-- DIRECTIONS --
Go to the line holding "private const double Floor = 1e-12;" in the entries below and write out exactly every line down to and including the line holding "FilteredPair<T> pair = Once(a, b);".

--------

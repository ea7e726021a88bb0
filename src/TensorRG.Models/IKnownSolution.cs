namespace TensorRG.Models;

/// <summary>What the literature knows exactly about a model; a model file names it with <c>solution = "..."</c>.</summary>
public interface IKnownSolution
{
    /// <summary>Name in model files: lower case, no spaces.</summary>
    string Name { get; }

    /// <summary>What is known, where it holds and who published it.</summary>
    IReadOnlyList<ExactReference> References { get; }

    /// <summary>The exact critical temperature at the other parameters, or why there is none.</summary>
    /// <param name="parameters">Parameters of the model; the temperature, if any, does not matter.</param>
    CriticalPoint CriticalTemperature(ParameterSet parameters);

    /// <summary>An exact value per site of the infinite lattice, or null where none is known.</summary>
    /// <param name="quantity">ln-z, energy, entropy, specific-heat, magnetisation, density, latent-heat, or the name of an observable.</param>
    /// <param name="parameters">Parameters of the model.</param>
    ExactValue? Exact(string quantity, ParameterSet parameters);

    /// <summary>A network made for this model by hand, more accurate in its small elements than one from tables; null for none.</summary>
    /// <param name="parameters">Parameters of the model.</param>
    VertexNetwork? Network(ParameterSet parameters);
}
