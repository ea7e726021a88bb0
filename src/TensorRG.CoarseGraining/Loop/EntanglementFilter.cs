using System.Numerics;
using TensorRG.Tensors;
using TensorRG.Tensors.Decompositions;

namespace TensorRG.CoarseGraining.Loop;

/// <summary>
/// Entanglement filtering (S. Yang, Z.-C. Gu, X.-G. Wen, Phys. Rev. Lett. 118, 110504 (2017)): triangular factors are passed round the plaquette until
/// they settle; what they annihilate on a bond is entanglement that never leaves the plaquette. With L from the left and R from the right of a bond and
/// L R = U s V the bond is replaced by R V^H s^(-1/2) times s^(-1/2) U^H L.
/// </summary>
/// <remarks>
/// Every bond of the network belongs to just one plaquette of the colour that is filtered, and all of these are alike: the factors serve both
/// tensors wherever the bond occurs. As they change the outer legs, which the factors depend on, the filter is applied more than once; what it cannot
/// remove it brings into a gauge that no longer depends on the one it was given.
/// </remarks>
/// <typeparam name="T">Element type.</typeparam>
/// <param name="algebra">Contractions and kernels.</param>
internal sealed class EntanglementFilter<T>(TensorAlgebra<T> algebra)
    where T : unmanaged, INumberBase<T>
{
    /// <summary>Most passes round the plaquette.</summary>
    private const int Passes = 60;

    /// <summary>Change of a factor of unit norm over one pass below which it has settled.</summary>
    private const double Settled = 1e-13;

    /// <summary>Singular values below this share of the largest are what is removed.</summary>
    private const double Floor = 1e-12;

    /// <summary>How often the filter is applied.</summary>
    private const int Repeats = 3;

    private readonly RingTransfers<T> _transfers = new(algebra);
    private readonly CutRule _cut = new(int.MaxValue, 0, Floor);

    /// <summary>Both tensors with all four kinds of bonds filtered.</summary>
    public FilteredPair<T> Apply(Tensor<T> a, Tensor<T> b)
    {
        FilteredPair<T> pair = Once(a, b);
        for (int n = 1; n < Repeats; n++)
        {
            FilteredPair<T> before = pair;
            pair = Once(before.A, before.B);
            before.A.Dispose();
            before.B.Dispose();
        }

        return pair;
    }

    private FilteredPair<T> Once(Tensor<T> a, Tensor<T> b)
    {
        Tensor<T>[] ring = PlaquetteRing.Of(a, b);
        Tensor<T>[] left = FromLeft(ring), right = FromRight(ring);
        var weights = new BondWeights[4];
        Tensor<T>[] inner = [.. ring];
        for (int bond = 0; bond < 4; bond++)
        {
            using Tensor<T> product = algebra.Contract(left[bond], [1], right[bond], [1]);
            TruncatedSvd<T> svd = DenseSvd.Compute(algebra.Kernels, product, [0], [1], _cut);
            weights[bond] = svd.Weights.Scale(1 / svd.Weights.Largest);
            using Tensor<T> toNext = Projector(right[bond], svd.V, 1, svd.Weights), toPrevious = Projector(left[bond], svd.U, 0, svd.Weights);
            bool fromA = bond % 2 == 0;
            a = Replace(a, PlaquetteRing.LegOfA(bond), fromA ? toNext : toPrevious);
            b = Replace(b, PlaquetteRing.LegOfB(bond), fromA ? toPrevious : toNext);
            inner[bond] = Replace(inner[bond], 3, toNext);
            inner[(bond + 1) % 4] = Replace(inner[(bond + 1) % 4], 0, toPrevious);
        }

        return new FilteredPair<T>(TensorAlgebra<T>.Scale(a, Lost(ring, inner)), b, weights);
    }

    /// <summary>
    /// The number that makes up for what was removed: a line that stays in the plaquette is a factor of the ring, and the factors that settled know only its
    /// leading part. There is one such plaquette for each pair A, B.
    /// </summary>
    private T Lost(Tensor<T>[] ring, Tensor<T>[] filtered)
    {
        T overlap = _transfers.Trace([.. ring.Zip(filtered, _transfers.Whole)]);
        double norm = _transfers.Closed([.. filtered.Select(_transfers.Whole)]);
        return norm > 0 ? overlap / Scalar.FromReal<T>(norm) : T.One;
    }

    /// <summary>P[bond, kept] = s^(-1/2) sum over k of F[k, bond] conj(W[k, kept]).</summary>
    private Tensor<T> Projector(Tensor<T> factor, Tensor<T> vectors, int axis, BondWeights weights)
    {
        using Tensor<T> dual = vectors.Conjugate();
        using Tensor<T> product = algebra.Contract(factor, [0], dual, [axis]);
        return TensorAlgebra<T>.ScaleLeg(product, 1, weights.Power(-0.5));
    }

    private Tensor<T> Replace(Tensor<T> tensor, int axis, Tensor<T> factor)
    {
        using Tensor<T> moved = algebra.Contract(tensor, [axis], factor, [0]);
        int[] order = [0, 1, 2];
        return moved.Permute([.. order[..axis], 3, .. order[axis..]]);
    }

    /// <summary>L[k, bond i] for the four bonds: the triangular factor of what lies to the left.</summary>
    private Tensor<T>[] FromLeft(Tensor<T>[] ring)
        => Circulate([0, 1, 2, 3], (last, i) => last is null ? ring[i].Clone() : algebra.Contract(last, [1], ring[i], [0]), [0, 1, 2], 3);

    /// <summary>R[k, bond i]: the triangular factor of what lies to the right, which begins with tensor i + 1.</summary>
    private Tensor<T>[] FromRight(Tensor<T>[] ring)
        => Circulate(
            [2, 1, 0, 3],
            (last, i) => last is null ? ring[(i + 1) % 4].Clone() : algebra.Contract(ring[(i + 1) % 4], [3], last, [1]),
            [1, 2, 3],
            0);

    private Tensor<T>[] Circulate(int[] bonds, Func<Tensor<T>?, int, Tensor<T>> push, int[] rows, int column)
    {
        var found = new Tensor<T>[4];
        Tensor<T>? last = null;
        for (int pass = 0; pass < Passes; pass++)
        {
            Tensor<T> before = found[bonds[3]];
            foreach (int bond in bonds)
            {
                using Tensor<T> pushed = push(last, bond);
                last = Unit(GradedQr.Compute(algebra.Kernels, pushed, rows, [column]).R);
                found[bond] = last;
            }

            if (before is not null && Change(before, last!) < Settled)
                break;
        }

        return found;
    }

    private static Tensor<T> Unit(Tensor<T> tensor)
    {
        double norm = TensorAlgebra<T>.Norm(tensor);
        return norm > 0 && double.IsFinite(norm)
            ? TensorAlgebra<T>.Scale(tensor, Scalar.FromReal<T>(1 / norm))
            : throw new ArithmeticException($"The tensors of a plaquette multiply to a tensor of norm {norm}: all weights cancel or vanish, or the numbers left the range of doubles.");
    }

    private static double Change(Tensor<T> before, Tensor<T> after)
    {
        if (!before.Legs.SequenceEqual(after.Legs))
            return double.PositiveInfinity;
        using Tensor<T> difference = TensorAlgebra<T>.Add(after, before, -T.One);
        return TensorAlgebra<T>.Norm(difference);
    }
}
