using TensorRG.Models.Solutions;

namespace TensorRG.Models;

/// <summary>
/// Square-lattice Ising model, spins s = +1, -1:
/// E = -Jx sum s s' over horizontal bonds - Jy sum s s' over vertical bonds - h sum s.
/// </summary>
public sealed class IsingModel : Model
{
    /// <inheritdoc/>
    public override string Name => "ising";

    /// <inheritdoc/>
    public override string Title => "Ising model on the square lattice";

    /// <inheritdoc/>
    public override string Description =>
        "Spins s = +1 or -1 on the square lattice with E = -Jx sum s s' (horizontal bonds) - Jy sum s s' (vertical bonds) - h sum s. "
        + "Without a field it orders below the temperature where sinh(2|Jx|/T) sinh(2|Jy|/T) = 1; negative couplings order antiferromagnetically.";

    /// <inheritdoc/>
    public override string Lattice => "square";

    /// <inheritdoc/>
    public override int SitesPerVertex => 1;

    /// <inheritdoc/>
    public override string Symmetry => "Z2 (spin flip) for h = 0, none otherwise";

    /// <inheritdoc/>
    public override IReadOnlyList<ParameterDefinition> Parameters { get; } =
    [
        ParameterDefinition.Temperature(2.269185314213022),
        ParameterDefinition.Energy("Jx", 1, "Coupling of horizontal neighbours; positive is ferromagnetic"),
        ParameterDefinition.Energy("Jy", 1, "Coupling of vertical neighbours; positive is ferromagnetic"),
        ParameterDefinition.Energy("h", 0, "Magnetic field"),
    ];

    /// <inheritdoc/>
    public override IReadOnlyList<ParameterShorthand> Shorthands { get; } =
        [new("J", ["Jx", "Jy"], "Sets Jx and Jy to the same value")];

    /// <inheritdoc/>
    public override IReadOnlyList<ExactReference> ExactReferences { get; } =
    [
        new(Quantity.LogZPerSite, "h = 0, any T, Jx, Jy", IsingSolution.OnsagerSource),
        new(Quantity.EnergyPerSite, "h = 0, any T, Jx, Jy", IsingSolution.OnsagerSource),
        new(Quantity.SpecificHeatPerSite, "h = 0, any T, Jx, Jy", IsingSolution.OnsagerSource),
        new(Quantity.SpontaneousMagnetisation, "h = 0, any T, Jx, Jy", IsingSolution.MagnetisationSource),
    ];

    /// <inheritdoc/>
    protected override CriticalPoint FindCriticalTemperature(ParameterSet parameters)
    {
        if (parameters["h"] != 0)
            return CriticalPoint.None("a magnetic field removes the transition of the ferromagnet, and that of the antiferromagnet in a field is not known exactly");
        if (parameters["Jx"] == 0 || parameters["Jy"] == 0)
            return CriticalPoint.None("with Jx = 0 or Jy = 0 the lattice falls apart into chains, which do not order at any temperature above zero");
        return CriticalPoint.At(IsingSolution.CriticalTemperature(parameters["Jx"], parameters["Jy"]));
    }

    /// <inheritdoc/>
    protected override VertexNetwork BuildNetwork(ParameterSet parameters)
    {
        double t = parameters.Temperature;
        double kx = parameters["Jx"] / t, ky = parameters["Jy"] / t, field = parameters["h"] / t;
        double logPrefactor = Constants.Ln2 + Elementary.LogCosh(kx) + Elementary.LogCosh(ky) + Elementary.LogCosh(field);
        double[] vertical = [1, Math.Tanh(ky)], horizontal = [1, Math.Tanh(kx)];
        return field == 0
            ? CyclicNetwork.Graded(vertical, horizontal, logPrefactor)
            : CyclicNetwork.WithField(vertical, horizontal, [1, Math.Tanh(field)], logPrefactor);
    }

    /// <inheritdoc/>
    protected override ExactValue? FindExact(Quantity quantity, ParameterSet parameters)
        => parameters["h"] == 0
            ? IsingSolution.At(parameters.Temperature, parameters["Jx"], parameters["Jy"]).Exact(quantity)
            : null;
}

--------

-- RESPONSE TO THE EXERCISE --
    private const double Floor = 1e-12;

    /// <summary>How often the filter is applied.</summary>
    private const int Repeats = 3;

    private readonly RingTransfers<T> _transfers = new(algebra);
    private readonly CutRule _cut = new(int.MaxValue, 0, Floor);

    /// <summary>Both tensors with all four kinds of bonds filtered.</summary>
    public FilteredPair<T> Apply(Tensor<T> a, Tensor<T> b)
    {
        FilteredPair<T> pair = Once(a, b);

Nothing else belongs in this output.